LSPs partnering with proxy technology providers are better equipped to open new markets and establish multiple relationships with new clients. This model creates a symbiotic relationship between the parties and provides end clients with flexibility that “avoids being locked into a relationship that may not work at some point or charges fees where they need not exist,” as noted by Frederick Marx, CEO of Keylingo LLC, an LSP that is partnering with Easyling.
From Nimdzi’s conversations with the enterprise-level customers from multiple domains, it’s visible that for localization managers at an enterprise, it can be hard to make a case for localization to become a top-of-mind priority at the company (rather than an afterthought).
There’s a new tool designed exactly to help build such a case — by providing a way to measure the level of translation and language consistency of any chosen website. A spin-off from Xillio, LocHub, won the 10th Process Innovation Challenge at LocWorld 2021 for its newly launched localization testing platform LocHub Insights.
LocHub provides one-click analytics of multilingual websites to show errors that negatively impact digital customer journeys — all delivered via a centralized dashboard. The data generated by the tool highlights areas for improvement, especially in relation to SEO and user experience (UX). Localization managers can use the numerical data and specific action items suggested by LocHub to open a discussion with their marketing departments and major stakeholders and bring localization up to where it needs to be. The goal is to improve the overall performance of their multilingual websites, enhance visitors' experience and improve lead conversions.
At Nimdzi, we found that many product manufacturers have adopted DITA-based authoring. DITA is an open standard with multiple implementations. Besides independent companies like Ixiasoft, IBM, and PTC, language service providers Transperfect and RWS (and formerly SDL) also own DITA-compatible CMS. In DITA, disparate topics are authored separately and combined through a so-called ditamap, which combines the various topics into a publication. DITA files are standard XML, so after all, what’s the problem?
Working with enterprise customers, we have seen two problems:
One of the practical problems of the XSL transformation approach we noticed is that there is a shortage of XSL technical expertise among localization engineers.
Another important factor is that the terminology that translation uses should be the terminology that writers define and use, yet it's rare that editors of this kind would be integrated with any terminology engine. This is an area for integration in the future.
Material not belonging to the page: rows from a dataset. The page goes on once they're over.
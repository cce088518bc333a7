/**
 * A report folder is replaced whole or not at all (src/record/outputDir.ts, publish.ts), also
 * when the system fails: a full disk, a read-only place, a name too long. The failures come
 * through the file-system seam (src/fileSystem.ts), and, where the machine lets us mount
 * a small tmpfs (root on Linux), from a real full or read-only disk. The study is invented.
 */
import { execFileSync } from "node:child_process";
import { existsSync, mkdirSync, mkdtempSync, readdirSync, rmSync, writeFileSync } from "node:fs";
import { tmpdir } from "node:os";
import { dirname, join } from "node:path";
import { afterAll, afterEach, describe, expect, it } from "vitest";
import { loadStudy } from "../../src/manifest/loadStudy.js";
import { UserError } from "../../src/messages/index.js";
import * as msg from "../../src/messages/output.js";
import { faultyFs, nodeFs, type OutputFs, systemError } from "../../src/fileSystem.js";
import { reportStudy } from "../../src/story/makeReport.js";
import { stagePrefix } from "../../src/record/outputDir.js";
import { folderSnapshot } from "../helpers/tempStudy.js";

const folders: string[] = [];
afterEach(() => {
  while (folders.length > 0) rmSync(folders.pop() as string, { recursive: true, force: true });
});

const MANIFEST = (end: number) => `title: Bakery counter\ntables: {max_rows: 100000}\nscenarios:\n  - {name: morning, end: ${end}, runs: runs/*.csv}\nmeasures:\n  - {name: queue, kind: level, series: queue}\n  - {name: sold, kind: count, series: sale}\n`;

/** A study folder: `rows` queue changes and sales over [0, rows]. */
function bakery(rows: number, end = rows): string {
  const dir = mkdtempSync(join(tmpdir(), "sojourn-outdir-"));
  folders.push(dir);
  mkdirSync(join(dir, "runs"));
  let csv = "time,series,value\n";
  for (let i = 0; i < rows; i++) csv += `${i},queue,${i % 5}\n${i + 0.5},sale,\n`;
  writeFileSync(join(dir, "runs", "day-1.csv"), csv);
  writeFileSync(join(dir, "study.yaml"), MANIFEST(end));
  return dir;
}

async function publish(dir: string, out: string, fs?: OutputFs, manifest = "study.yaml") {
  const study = await loadStudy(join(dir, manifest));
  return reportStudy(study, { out, force: false, pdf: false, paper: "A4", workers: 1, generatedAt: "2026-01-01T00:00:00.000Z", fs });
}


async function failure(promise: Promise<unknown>): Promise<UserError> {
  const e = await promise.then(
    () => null,
    (x: unknown) => x,
  );
  expect(e).toBeInstanceOf(UserError);
  return e as UserError;
}

/** Names beside `out` left by a report (temporary folders, scratch files). */
const leftovers = (out: string) => readdirSync(dirname(out)).filter((n) => n.startsWith(stagePrefix("report")));

describe("reportStudy when the disk fails", () => {
  it("reportStudy on a disk that fills up at the first table: the message names the table, the earlier report is intact byte for byte, nothing is left beside it", async () => {
    const dir = bakery(20);
    const out = join(dir, "report");
    await publish(dir, out);
    const before = folderSnapshot(out);
    const e = await failure(publish(dir, out, faultyFs(nodeFs, "ENOSPC", "write", "tables/")));
    expect(e.message).toBe(msg.reportDiskFull(out, "tables/morning/runs/day-1/queue.csv", "ENOSPC", true).message);
    expect(e.message).toContain("The earlier report in the folder is intact.");
    expect(folderSnapshot(out)).toEqual(before);
    expect(leftovers(out)).toEqual([]);
  });

  it("reportStudy on a disk that fills up with no earlier report: 'Nothing was written' and no folder", async () => {
    const dir = bakery(20);
    const out = join(dir, "report");
    const e = await failure(publish(dir, out, faultyFs(nodeFs, "EDQUOT", "write", "report.html")));
    expect(e.message).toBe(msg.reportDiskFull(out, "report.html", "EDQUOT", false).message);
    expect(existsSync(out)).toBe(false);
    expect(leftovers(out)).toEqual([]);
  });

  it("reportStudy into a read-only place says read-only (EROFS), not ENOENT, and names the folder that exists", async () => {
    const dir = bakery(5);
    const out = join(dir, "new", "report");
    const e = await failure(publish(dir, out, faultyFs(nodeFs, "EROFS", "mkdir", "/new")));
    expect(e.message).toBe(msg.outReadOnly(out, dir, "EROFS").message);
    expect(e.message).not.toContain("ENOENT");
  });

  it("reportStudy with a table file name the file system refuses names that file and leaves the earlier report", async () => {
    const dir = bakery(5);
    const out = join(dir, "report");
    await publish(dir, out);
    const before = folderSnapshot(out);
    const e = await failure(publish(dir, out, faultyFs(nodeFs, "ENAMETOOLONG", "write", "sold.csv")));
    expect(e.message).toBe(msg.reportFileNameTooLong(out, "tables/morning/runs/day-1/sold.csv", Buffer.byteLength(join(out, "tables/morning/runs/day-1/sold.csv"))).message);
    expect(folderSnapshot(out)).toEqual(before);
  });

  it("reportStudy whose second rename fails puts the earlier folder back (the commit is all or nothing)", async () => {
    const dir = bakery(5);
    const out = join(dir, "report");
    await publish(dir, out);
    const before = folderSnapshot(out);
    let renames = 0;
    const fs: OutputFs = {
      ...nodeFs,
      rename: (from, to) => {
        renames++;
        if (renames === 2) throw systemError("EIO", "rename", to); // the new folder into place
        nodeFs.rename(from, to);
      },
    };
    const e = await failure(publish(dir, out, fs));
    expect(e.message).toBe(msg.cannotWrite(out, `${msg.writeReason("EIO")}, EIO`).message);
    expect(folderSnapshot(out)).toEqual(before);
    expect(leftovers(out)).toEqual([]);
  });

  it("reportStudy into a folder whose name is close to the 255-byte limit works: the temporary names are shortened", async () => {
    const dir = bakery(5);
    const out = join(dir, "q".repeat(250));
    expect(stagePrefix("q".repeat(250))).toMatch(/^\.[0-9a-f]{16}\.sojourn-$/);
    await publish(dir, out);
    await publish(dir, out);
    expect(existsSync(join(out, "results.json"))).toBe(true);
    expect(readdirSync(dir).filter((n) => n.includes(".sojourn-"))).toEqual([]);
  });
});

// --- a real small disk: root on Linux can mount a tmpfs; elsewhere these tests say why they skip ---
const mountPoint = mkdtempSync(join(tmpdir(), "sojourn-tmpfs-"));
let mounted = false;
try {
  execFileSync("mount", ["-t", "tmpfs", "-o", "size=1m", "tmpfs", mountPoint], { stdio: "pipe" });
  mounted = true;
} catch (e) {
  console.warn(`real full-disk and read-only tests skipped: cannot mount a tmpfs (${(e as Error).message.split("\n")[0]})`);
}
afterAll(() => {
  if (mounted) execFileSync("umount", [mountPoint]);
  rmSync(mountPoint, { recursive: true, force: true });
});

describe.skipIf(!mounted)("reportStudy on a real small disk (a 1 MB tmpfs)", () => {
  it("reportStudy that fills a real disk keeps the earlier report byte for byte and frees the space it took", async () => {
    const small = bakery(10);
    const big = bakery(40_000); // its tables, 40,000 rows each in full (max_rows), do not fit in 1 MB
    const out = join(mountPoint, "report");
    await publish(small, out);
    const before = folderSnapshot(out);
    const free = Number(execFileSync("df", ["--output=avail", "-B1", mountPoint], { encoding: "utf8" }).split("\n")[1]);
    const e = await failure(publish(big, out));
    expect(e.message).toMatch(/: the disk is full \(ENOSPC\): Sojourn could not write tables\/.+ The earlier report in the folder is intact\./);
    expect(folderSnapshot(out)).toEqual(before);
    expect(readdirSync(mountPoint)).toEqual(["report"]);
    expect(Number(execFileSync("df", ["--output=avail", "-B1", mountPoint], { encoding: "utf8" }).split("\n")[1])).toBe(free);
  });

  it("reportStudy onto a real read-only mount says read-only (EROFS)", async () => {
    const dir = bakery(5);
    execFileSync("mount", ["-o", "remount,ro", mountPoint]);
    try {
      const e = await failure(publish(dir, join(mountPoint, "other")));
      expect(e.message).toBe(msg.outReadOnly(join(mountPoint, "other"), mountPoint, "EROFS").message);
    } finally {
      execFileSync("mount", ["-o", "remount,rw", mountPoint]);
    }
  });
});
Even though we’ve managed to cover a lot of developments in language technology in this year’s report, there’s much more we weren’t even able to mention (check out the rapidly increasing amount of connectors and integrations being added to all major TMS, for instance, or MT for user-generated content), as so much is happening in this sphere right now. Whether or not you share our enthusiasm about language technology, in recent years we’ve seen significant progress and success in AI with NLP systems and various language models. New language systems are a powerful tool for humans to breach the boundaries of multilingual communication. For better performance and results, though, humans should stay “in the loop.”